%%
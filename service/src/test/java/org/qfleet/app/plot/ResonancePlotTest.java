package org.qfleet.app.plot;

import static org.assertj.core.api.Assertions.assertThat;
import static org.assertj.core.api.Assertions.within;
import static org.qfleet.app.ResonanceFixtures.CAVITY;
import static org.qfleet.app.ResonanceFixtures.CAVITY_MAGNITUDE;

import java.io.ByteArrayInputStream;
import java.nio.charset.StandardCharsets;
import java.nio.file.Files;
import java.nio.file.Path;
import java.util.ArrayList;
import java.util.List;
import java.util.function.Predicate;
import javax.xml.XMLConstants;
import javax.xml.parsers.DocumentBuilderFactory;
import org.junit.jupiter.api.Test;
import org.junit.jupiter.api.io.TempDir;
import org.qfleet.app.ResonanceFixtures;
import org.qfleet.fit.QualityFlag;
import org.qfleet.fit.ResonanceResult;
import org.qfleet.sweep.Sweep;
import org.qfleet.sweep.SweepInfo;
import org.w3c.dom.Document;
import org.w3c.dom.Element;
import org.w3c.dom.NodeList;

class ResonancePlotTest {

    private static final int POINTS = 201;

    private final ResonancePlot plot = new ResonancePlot();

    @Test
    void documentIsWellFormedSvgWithBothPanels() throws Exception {
        Document svg = parse(plot.render(sweep(CAVITY), result(CAVITY)));

        assertThat(svg.getDocumentElement().getTagName()).isEqualTo("svg");
        assertThat(svg.getDocumentElement().getAttribute("xmlns")).isEqualTo("http://www.w3.org/2000/svg");
        assertThat(elements(svg, "polyline", "fit")).as("fitted line in each panel").hasSize(2);
        assertThat(elements(svg, "circle", "fit-circle")).hasSize(1);
        assertThat(elements(svg, "circle", "data")).as("every point in each panel").hasSize(2 * POINTS);
        assertThat(texts(svg)).contains("Frequency (GHz)", "|S21| (dB)", "Re S21", "Im S21");
    }

    @Test
    void titleNamesSourceNumbersAndFlags() throws Exception {
        Document svg = parse(plot.render(sweep(CAVITY), result(CAVITY)));

        String title = elements(svg, "text", "title").get(0).getTextContent();
        assertThat(title).contains("cavity-17.s2p", "f0 = 10.4", "GHz", "QL = 5000", "Qu = ", "±",
                "flags: low-snr, span-narrow");
        NodeList lines = elements(svg, "text", "title").get(0).getElementsByTagName("tspan");
        assertThat(lines.getLength()).as("source and numbers on lines of their own").isEqualTo(2);
        assertThat(lines.item(0).getTextContent()).isEqualTo("cavity-17.s2p");
        assertThat(Double.parseDouble(((Element) lines.item(1)).getAttribute("dy"))).isPositive();
        assertThat(lines.item(1).getTextContent()).startsWith("f0 = ");
    }

    @Test
    void halfPowerMarkersSitSymmetricallyAroundF0() throws Exception {
        Document svg = parse(plot.render(sweep(CAVITY), result(CAVITY)));

        double f0 = x1(elements(svg, "line", "f0").get(0));
        List<Element> halfPower = elements(svg, "line", "half-power");
        assertThat(halfPower).hasSize(2);
        double low = x1(halfPower.get(0));
        double high = x1(halfPower.get(1));
        assertThat(low).isLessThan(f0);
        assertThat(high).isGreaterThan(f0);
        assertThat(f0 - low).isCloseTo(high - f0, within(0.02));
    }

    @Test
    void complexPlaneUsesEqualScalesSoTheDataLieOnTheDrawnCircle() throws Exception {
        Document svg = parse(plot.render(sweep(CAVITY), result(CAVITY)));

        Element circle = elements(svg, "circle", "fit-circle").get(0);
        double cx = attr(circle, "cx");
        double cy = attr(circle, "cy");
        double r = attr(circle, "r");
        List<Element> dots = inGroup(svg, "url(#clip-complex)", "circle", "data");
        assertThat(dots).hasSize(POINTS);
        for (Element dot : dots) {
            assertThat(Math.hypot(attr(dot, "cx") - cx, attr(dot, "cy") - cy)).isCloseTo(r, within(0.05));
        }
    }

    @Test
    void magnitudeOnlyDataHasNoComplexPlane() throws Exception {
        Document svg = parse(plot.render(sweep(CAVITY_MAGNITUDE), result(CAVITY_MAGNITUDE)));

        assertThat(elements(svg, "circle", "fit-circle")).isEmpty();
        assertThat(elements(svg, "polyline", "fit")).hasSize(1);
        assertThat(elements(svg, "circle", "data")).hasSize(POINTS);
        assertThat(texts(svg)).anyMatch(t -> t.contains("magnitude-only"));
    }

    @Test
    void markupInTheSourceIsEscaped() throws Exception {
        Sweep sweep = ResonanceFixtures.sweep("<unit & \"7\">.s2p", CAVITY, 51, 10, SweepInfo.NONE, null);

        Document svg = parse(plot.render(sweep, result(CAVITY)));

        assertThat(elements(svg, "text", "title").get(0).getTextContent()).startsWith("<unit & \"7\">.s2p");
    }

    @Test
    void longSweepsAreThinnedOut() throws Exception {
        Sweep sweep = ResonanceFixtures.sweep("long.s2p", CAVITY, 10_001, 10, SweepInfo.NONE, null);

        Document svg = parse(plot.render(sweep, result(CAVITY)));

        assertThat(inGroup(svg, "url(#clip-magnitude)", "circle", "data").size()).isBetween(1000, DataDots.MAX_DOTS);
        assertThat(inGroup(svg, "url(#clip-complex)", "circle", "data").size()).isBetween(1000, DataDots.MAX_DOTS);
    }

    @Test
    void plotDirectoryWritesOneFilePerSourceAndKeepsClashingNamesApart(@TempDir Path dir) throws Exception {
        PlotDirectory plots = new PlotDirectory(dir.resolve("plots"));

        Path first = plots.write(ResonanceFixtures.fileSweep("lotA/u1.s2p", CAVITY), result(CAVITY));
        Path second = plots.write(ResonanceFixtures.fileSweep("lotB/u1.s2p", CAVITY), result(CAVITY));

        assertThat(first.getFileName().toString()).isEqualTo("u1.s2p.svg");
        assertThat(second.getFileName().toString()).isEqualTo("u1.s2p-2.svg");
        assertThat(parse(Files.readString(second)).getDocumentElement().getTagName()).isEqualTo("svg");
    }

    private static Sweep sweep(ResonanceFixtures.CircleModel model) {
        return ResonanceFixtures.sweep("cavity-17.s2p", model, POINTS, 10, SweepInfo.NONE, null);
    }

    private static ResonanceResult result(ResonanceFixtures.CircleModel model) {
        return ResonanceFixtures.result(model, List.of(QualityFlag.LOW_SNR, QualityFlag.SPAN_NARROW));
    }

    /** Parses with a JDK parser that refuses DTDs, as for any untrusted XML. */
    static Document parse(String xml) throws Exception {
        DocumentBuilderFactory factory = DocumentBuilderFactory.newInstance();
        factory.setFeature(XMLConstants.FEATURE_SECURE_PROCESSING, true);
        factory.setFeature("http://apache.org/xml/features/disallow-doctype-decl", true);
        return factory.newDocumentBuilder().parse(new ByteArrayInputStream(xml.getBytes(StandardCharsets.UTF_8)));
    }

    private static List<Element> elements(Document doc, String tag, String cssClass) {
        return select(doc.getElementsByTagName(tag), e -> e.getAttribute("class").equals(cssClass));
    }

    private static List<Element> inGroup(Document doc, String clipPath, String tag, String cssClass) {
        List<Element> groups = select(doc.getElementsByTagName("g"), g -> g.getAttribute("clip-path").equals(clipPath));
        assertThat(groups).hasSize(1);
        return select(groups.get(0).getElementsByTagName(tag), e -> e.getAttribute("class").equals(cssClass));
    }

    private static List<Element> select(NodeList nodes, Predicate<Element> keep) {
        List<Element> selected = new ArrayList<>();
        for (int i = 0; i < nodes.getLength(); i++) {
            Element e = (Element) nodes.item(i);
            if (keep.test(e)) {
                selected.add(e);
            }
        }
        return selected;
    }

    private static List<String> texts(Document doc) {
        return select(doc.getElementsByTagName("text"), e -> true).stream().map(Element::getTextContent).toList();
    }

    private static double x1(Element line) {
        return attr(line, "x1");
    }

    private static double attr(Element e, String name) {
        return Double.parseDouble(e.getAttribute(name));
    }
}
%%
### Exercise aim
Go through the records and work out how many lines contain the string "Predicate". The answer should be that number alone.

### Your response
2